そして、血管位置信号生成部76及び血管幅信号生成部77では、解像度毎に、血管位置信号及び血管幅信号を生成する。すなわち、血管位置信号生成部76及び血管幅信号生成部77は、第1解像度B1画像信号及び第1解像度B2画像信号から第1血管位置信号と第1血管幅信号を生成し、第2解像度B1画像信号及び第2解像度B2画像信号から第2血管位置信号と第2血管幅信号をそれぞれ生成する。その後、血管画像信号生成部78は、第1血管位置信号と第1血管幅信号とを用いて第1血管画像信号を生成し、第2血管位置信号と第2血管幅信号とを用いて第2血管画像信号を生成する。血管強調画像信号生成部79は、第1血管画像信号と第2血管画像信号の解像度をベース画像に合わせ、ベース画像に重畳することで、上記各実施形態と同様の血管強調画像信号を生成する。このように、複数の解像度に分けて血管抽出を行うと、モルフォロジー処理で用いる構造要素のサイズを小さくすることができるのでプロセッサ装置16の処理負担を低減できる。また、粘膜下の同程度の深さに太さが異なる血管が存在する場合があるが、上記のように複数解像度に分けてそれぞれ血管抽出を行えば、粘膜下の同程度の深さにある太さが異なる血管を全て確実に抽出することができる。

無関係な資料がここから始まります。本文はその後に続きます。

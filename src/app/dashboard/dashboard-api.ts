import { HttpClient } from '@angular/common/http';
import { Injectable, inject } from '@angular/core';
import { Observable, map } from 'rxjs';
// zod/mini: the classic build pulls ~450 kB (all locales) into the first chunk.
import * as z from 'zod/mini';
import { roleSchema } from '../core/auth/role-schema';

export const activityEntrySchema = z.object({
  id: z.string(),
  at: z.string(),
  actor: z.nullable(z.object({ id: z.string(), name: z.string() })),
  action: z.string(),
  subject: z.string(),
  details: z.optional(z.unknown()),
});
export type ActivityEntry = z.infer<typeof activityEntrySchema>;

export const groupDetailSchema = z.object({
  id: z.string(),
  name: z.string(),
  slug: z.string(),
  role: roleSchema,
  memberCount: z.number(),
});
export type GroupDetail = z.infer<typeof groupDetailSchema>;

/** HTTP for the dashboard: the group's facts and its audit log, newest first. */
@Injectable({ providedIn: 'root' })
export class DashboardApi {
  private readonly http = inject(HttpClient);

  group(groupId: string): Observable<GroupDetail> {
    return this.http.get(`/api/groups/${encodeURIComponent(groupId)}`).pipe(map((body) => groupDetailSchema.parse(body)));
  }

  activity(groupId: string, limit = 20): Observable<ActivityEntry[]> {
    return this.http
      .get(`/api/groups/${encodeURIComponent(groupId)}/activity`, { params: { limit } })
      .pipe(map((body) => z.array(activityEntrySchema).parse(body)));
  }
}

なお、血管画像信号生成部78は、第1血管画像信号と第2血管画像信号の解像度を合わせて合成した合成血管画像信号を生成しても良い。この場合、血管強調画像信号生成部79は、ベース画像に合成血管画像信号の解像度を合わせて重畳させることにより、血管強調画像を生成する。

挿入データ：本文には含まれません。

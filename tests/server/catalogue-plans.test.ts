// The catalogue at some size: a few thousand synthetic resonances, ANALYZEd, then
// - EXPLAIN of the page query of the usual searches: read off an index, no Seq Scan on
//   resonances, and no Sort where an index holds the order (keyset cursors included);
// - every sort walked by cursor forward and back gives exactly the rows of one ordered
//   query, with ties, +Infinity keys, arrays and microsecond timestamps in the data;
// - the kinds of totals (exact, cached with its age, estimated) and when each is given.
import { and, eq, sql } from 'drizzle-orm';
import { afterAll, beforeAll, describe, expect, it } from 'vitest';
import { decodeCursor, encodeCursor, type CursorPosition } from '../../server/catalogue/catalogue-cursor.js';
import {
  catalogueQuerySchema,
  catalogueSorts,
  sortIndexName,
  toCataloguePageRequest,
  type CataloguePageRequest,
} from '../../server/catalogue/catalogue-query.js';
import { countResonances, estimateResonances, pageOfResonances, pageQuery } from '../../server/catalogue/catalogue-repository.js';
import { CatalogueService } from '../../server/catalogue/catalogue-service.js';
import { connectDb, type DbHandle } from '../../server/db/client.js';
import { resonances } from '../../server/db/schema/catalogue.js';
import { insertResonances, makeGroup } from '../../scripts/synthetic-catalogue.js';
import { testDatabaseUrl } from './test-app.js';

const MAIN_ROWS = 6000;
const SMALL_ROWS = 1200;

let handle: DbHandle;
let main: { groupId: string; userId: string };
let small: { groupId: string; userId: string };

function request(query: string): CataloguePageRequest {
  return toCataloguePageRequest(catalogueQuerySchema.parse(Object.fromEntries(new URLSearchParams(query))));
}

interface PlanNode {
  'Node Type': string;
  'Relation Name'?: string;
  'Index Name'?: string;
  'Index Cond'?: string;
  Plans?: PlanNode[];
}

function nodes(plan: PlanNode): PlanNode[] {
  return [plan, ...(plan.Plans ?? []).flatMap(nodes)];
}

async function planOf(q: { getSQL(): unknown }): Promise<PlanNode[]> {
  const result = await handle.db.execute(sql`explain (format json) ${q}`);
  const raw = (result.rows[0] as Record<string, unknown>)['QUERY PLAN'];
  const doc = (typeof raw === 'string' ? JSON.parse(raw) : raw) as { Plan: PlanNode }[];
  return nodes(doc[0]!.Plan);
}

function describePlan(plan: PlanNode[]): string {
  return plan
    .map((n) => `${n['Node Type']}${n['Index Name'] ? ` using ${n['Index Name']}` : ''}${n['Relation Name'] ? ` on ${n['Relation Name']}` : ''}`)
    .join(' → ');
}

/** A cursor position after (or before) the row at `offset` of the search, taken from the data. */
async function positionAt(req: CataloguePageRequest, offset: number, toward: CursorPosition['toward']): Promise<CursorPosition> {
  const [row] = await pageOfResonances(handle.db, main.groupId, req, { offset }, 1);
  return { toward, key: row!.key, page: 2 };
}

beforeAll(async () => {
  handle = connectDb(testDatabaseUrl(), 4);
  const db = handle.db;
  const tag = Math.random().toString(36).slice(2, 8);
  main = await makeGroup(db, `plans-main-${tag}`, `plans.main.${tag}@fixture.example`, 'not-a-real-hash');
  small = await makeGroup(db, `plans-small-${tag}`, `plans.small.${tag}@fixture.example`, 'not-a-real-hash');
  await insertResonances(db, main.groupId, main.userId, MAIN_ROWS, 'plans', 0x2545f491);
  await insertResonances(db, small.groupId, small.userId, SMALL_ROWS, 'walk', 0x1b873593);
  // Keys a cursor must carry exactly: equal timestamps (ties broken by energy, id) and
  // microseconds a JavaScript Date would lose; equal energies (ties broken by id).
  await db.execute(sql`update ${resonances} set created_at = timestamptz '2026-01-02 03:04:05.123456+00' where group_id = ${small.groupId} and idx % 7 = 0`);
  await db.execute(sql`update ${resonances} set created_at = created_at + interval '1 microsecond' where group_id = ${small.groupId} and idx % 7 = 1`);
  await db.execute(sql`update ${resonances} set energy = 3.25 where group_id = ${small.groupId} and idx % 11 = 0`);
  await db.execute(sql`analyze resonances`);
}, 240_000);

afterAll(async () => {
  await handle?.close();
});

describe('query plans on a catalogue of some size (EXPLAIN, after ANALYZE)', () => {
  // Every sort, both ways, first page and a keyset page deep in: the sort's own index, no Sort.
  const sortCases = catalogueSorts.flatMap((sort) => (['asc', 'desc'] as const).map((dir) => [sort, dir] as const));

  it.each(sortCases)('sort=%s&dir=%s reads its index in order, on the first page and beyond a cursor', async (sort, dir) => {
    const req = request(`sort=${sort}&dir=${dir}&pageSize=25`);
    const first = await planOf(pageQuery(handle.db, main.groupId, req, { offset: 0 }, 26));
    const index = sortIndexName(sort);
    expect(
      first.map((n) => n['Node Type']),
      describePlan(first),
    ).not.toContain('Sort');
    expect(
      first.some((n) => n['Node Type'] === 'Seq Scan' && n['Relation Name'] === 'resonances'),
      describePlan(first),
    ).toBe(false);
    expect(
      first.some((n) => n['Index Name'] === index),
      describePlan(first),
    ).toBe(true);

    for (const toward of ['after', 'before'] as const) {
      const position = await positionAt(req, 3000, toward);
      const deep = await planOf(pageQuery(handle.db, main.groupId, req, { cursor: position }, 26));
      const scan = deep.find((n) => n['Index Name'] === index);
      expect(scan, describePlan(deep)).toBeDefined();
      // The cursor bounds the scan (an index condition), it does not filter rows read from the start.
      expect(scan!['Index Cond'] ?? '').toMatch(/ROW\(/);
      expect(
        deep.map((n) => n['Node Type']),
        describePlan(deep),
      ).not.toContain('Sort');
    }
  });

  it.each([
    // Filters whose order an index holds: no Sort, index scan.
    ['emin=5&emax=6&sort=energy', true],
    ['family=disk&gmin=0.001&gmax=0.01&sort=energy', true],
    ['family=disk&sort=energy&dir=desc', true],
    ['qmin=10000&bound=false&sort=quality&dir=desc', true],
    ['taumin=100&sort=lifetime&dir=desc', true],
    ['emin=5&emax=6&sort=quality&dir=desc', false],
    ['tag=candidate&sort=width', false],
    ['q=whisper%20gall&sort=date&dir=desc', false],
    ['material=GaAs&bmin=0.5&sort=date&dir=desc', false],
  ])('?%s: no Seq Scan on resonances (and no Sort: %s)', async (query, sortFree) => {
    const plan = await planOf(pageQuery(handle.db, main.groupId, request(`${query}&pageSize=25`), { offset: 0 }, 26));
    expect(
      plan.some((n) => n['Node Type'] === 'Seq Scan' && n['Relation Name'] === 'resonances'),
      describePlan(plan),
    ).toBe(false);
    expect(
      plan.some((n) => n['Relation Name'] === 'resonances'),
      describePlan(plan),
    ).toBe(true);
    if (sortFree)
      expect(
        plan.map((n) => n['Node Type']),
        describePlan(plan),
      ).not.toContain('Sort');
  });

  it('bound=false is checked in the Q index, not by fetching the bound rows that lead a descending Q order', async () => {
    const plan = await planOf(pageQuery(handle.db, main.groupId, request('qmin=100&bound=false&sort=quality&dir=desc&pageSize=25'), { offset: 0 }, 26));
    const scan = plan.find((n) => n['Index Name'] === 'resonances_group_quality_key');
    expect(scan?.['Index Cond'] ?? '', describePlan(plan)).toMatch(/bound = false/);
  });

  it('the planner estimate of a group is close to its count once ANALYZEd', async () => {
    const estimate = await estimateResonances(handle.db, main.groupId, request(''));
    expect(Math.abs(estimate - MAIN_ROWS)).toBeLessThan(0.1 * MAIN_ROWS);
  });
});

なお、上記第1実施形態、第2実施形態、及び第3実施形態では、撮像センサ48が設けられた内視鏡12を被検体内に挿入して観察を行う内視鏡システム10によって本発明を実施しているが、カプセル内視鏡システムにも本発明は好適である。例えば、図25に示すように、カプセル内視鏡システムでは、カプセル内視鏡400と、プロセッサ装置(図示しない)とを少なくとも有する。

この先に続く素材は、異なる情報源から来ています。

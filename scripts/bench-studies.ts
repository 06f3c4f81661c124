// The study row of `npm run bench` (issue 14): steps per minute of a 40-step field sweep
// of a 2,500-site dot computed by 1, 2 and 4 worker processes, and the fraction of steps
// that needed the full search rather than continuation alone. Each process computes whole
// steps exactly as a study-step worker does (server/studies/study-step-task.ts: the
// certified search, the continuation into the next step and the transmission-map row of
// DEFAULT_MAP_POINTS energies), handed out one at a time as the study-step queue does,
// without the database round trips (a few ms per step); the outcome is assembled as the
// last worker does (study-assembly.ts). Expect near-linear speed-up up to the machine's
// core count, and a flat line beyond it.
// Sizes: BENCH_STUDY_SIDE (default 50: a 50×50 rectangle, 2,500 sites), BENCH_STUDY_STEPS (40),
// BENCH_STUDY_PROCESSES (1,2,4).
import { fork, type ChildProcess } from 'node:child_process';
import { fileURLToPath } from 'node:url';
import { loadavg } from 'node:os';
import type { StudyDefinition } from '../shared/engine/study/study-definition';
import { DEFAULT_MAP_POINTS } from '../shared/engine/study/study-transmission';
import { runStudyStepTask, type StudyStepOutput } from '../server/studies/study-step-task';
import { assembleOutcome } from '../server/studies/study-assembly';
import { rangeValues } from '../shared/engine/study/parameter-values';
import { hoppingEnergy } from '../shared/units/constants';
import { benchCavity } from './bench-cavity';

export function benchStudyDefinition(side = Number(process.env.BENCH_STUDY_SIDE ?? 50), steps = Number(process.env.BENCH_STUDY_STEPS ?? 40)): StudyDefinition {
  const model = benchCavity(side);
  const t = hoppingEnergy(5, 0.067);
  // The bench's pole window (scripts/bench.ts) scaled to this size: 4–5 poles a step at 2,500 sites.
  const width = 0.027 * t * (10_000 / (side * side));
  return {
    model,
    parameters: [{ path: 'field', values: rangeValues(0, 0.5, steps) }],
    window: { emin: 0.4 * t, emax: 0.4 * t + width, gammaMax: 2e-3 * t },
    transmissionPoints: DEFAULT_MAP_POINTS,
  };
}

/** Runs in each child: computes the steps it is sent and answers with the results. */
function child() {
  const def = benchStudyDefinition();
  process.on('message', (index: number) => {
    if (index < 0) process.exit(0);
    const r = runStudyStepTask({ definition: { kind: 'sweep', study: def }, index, reuse: null });
    process.send!({ index, result: r });
  });
  process.send!('ready');
}

async function withProcesses(count: number, def: StudyDefinition): Promise<{ seconds: number; results: StudyStepOutput[] }> {
  const total = def.parameters[0].values.length;
  const results: StudyStepOutput[] = new Array(total);
  let next = 0;
  let done = 0;
  let ready = 0;
  let t0 = 0;
  await new Promise<void>((resolve, reject) => {
    const kids: ChildProcess[] = [];
    // The clock starts once every process has loaded (tsx start-up is not a step).
    const feed = (kid: ChildProcess) => {
      if (next < total) kid.send(next++);
      else kid.send(-1);
    };
    for (let k = 0; k < count; k++) {
      const kid = fork(fileURLToPath(import.meta.url), ['--child'], { execArgv: ['--import', 'tsx'], serialization: 'advanced' });
      kid.on('message', (m: 'ready' | { index: number; result: StudyStepOutput }) => {
        if (m === 'ready') {
          if (++ready === count) {
            t0 = performance.now();
            kids.forEach(feed);
          }
          return;
        }
        results[m.index] = m.result;
        if (++done === total) {
          kids.forEach((c) => c.send(-1));
          resolve();
        } else feed(kid);
      });
      kid.on('error', reject);
      kids.push(kid);
    }
  });
  return { seconds: (performance.now() - t0) / 1000, results };
}

export async function benchStudies(): Promise<Record<string, number | string>> {
  const def = benchStudyDefinition();
  const steps = def.parameters[0].values.length;
  const out: Record<string, number | string> = { steps, 'load average before': loadavg()[0].toFixed(1) };
  let fraction = NaN;
  const counts = (process.env.BENCH_STUDY_PROCESSES ?? '1,2,4').split(',').map(Number);
  for (const n of counts) {
    const { seconds, results } = await withProcesses(n, def);
    out[`steps per minute, ${n} process${n > 1 ? 'es' : ''}`] = (60 * steps) / seconds;
    if (Number.isNaN(fraction)) {
      const outcome = assembleOutcome(
        { kind: 'sweep', study: def },
        results.map((r, index) => ({
          index,
          status: 'completed',
          search: r.search,
          continuation: r.continuation,
          transmission: r.transmission,
          record: null,
          error: null,
        })),
      ) as {
        fullSearchFraction: number;
        steps: { certified: boolean; poles: unknown[] }[];
        lines: { trajectories: { entered: boolean; left: boolean; points: { link: string }[] }[] }[];
      };
      fraction = outcome.fullSearchFraction;
      // Why steps need the search: poles crossing the window's edges (physics) or
      // continuations that did not land on a listed pole (method). Counted per pole link.
      const trajectories = outcome.lines.flatMap((l) => l.trajectories);
      const links = trajectories.flatMap((t) => t.points.slice(1));
      out['pole links step to step'] = links.length;
      out['of them by continuation'] = links.filter((p) => p.link === 'continuation').length;
      out['of them by mode overlap only'] = links.filter((p) => p.link === 'overlap').length;
      out['poles entering the window'] = trajectories.filter((t) => t.entered).length;
      out['poles leaving the window (or not followed)'] = trajectories.filter((t) => t.left).length;
      out['sites'] = results[0].search ? Buffer.from(results[0].search.sites.i, 'base64').length / 4 : 0;
      out['poles per step (mean)'] = outcome.steps.reduce((s, r) => s + r.poles.length, 0) / steps;
      out['steps certified'] = `${outcome.steps.filter((r) => r.certified).length} of ${steps}`;
      out[`seconds per step (mean, ${n} process${n > 1 ? 'es' : ''})`] = seconds / steps;
    }
  }
  out['fraction needing a full search'] = fraction;
  out['load average after'] = loadavg()[0].toFixed(1);
  return out;
}

if (process.argv.includes('--child')) child();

カプセル内視鏡400は、光源402と光源制御部403と、撮像センサ404と、信号処理部406と、送受信アンテナ408とを備えている。光源402は、上記各実施形態の光源20と同様に構成される。光源制御部403は、上記各実施形態の光源制御部22と同様にして光源402の駆動を制御する。また、光源制御部403は、送受信アンテナ408によって、カプセル内視鏡システムのプロセッサ装置と無線で通信可能である。カプセル内視鏡システムのプロセッサ装置は、上記各実施形態のプロセッサ装置16とほぼ同様であるが、信号処理部406は、通常画像処理部66及び特殊画像処理部67の機能を有している。信号処理部406が生成した血管強調画像信号等は、送受信アンテナ408を介してプロセッサ装置に送信される。撮像センサ404は上記各実施形態の撮像センサ48と同様に構成される。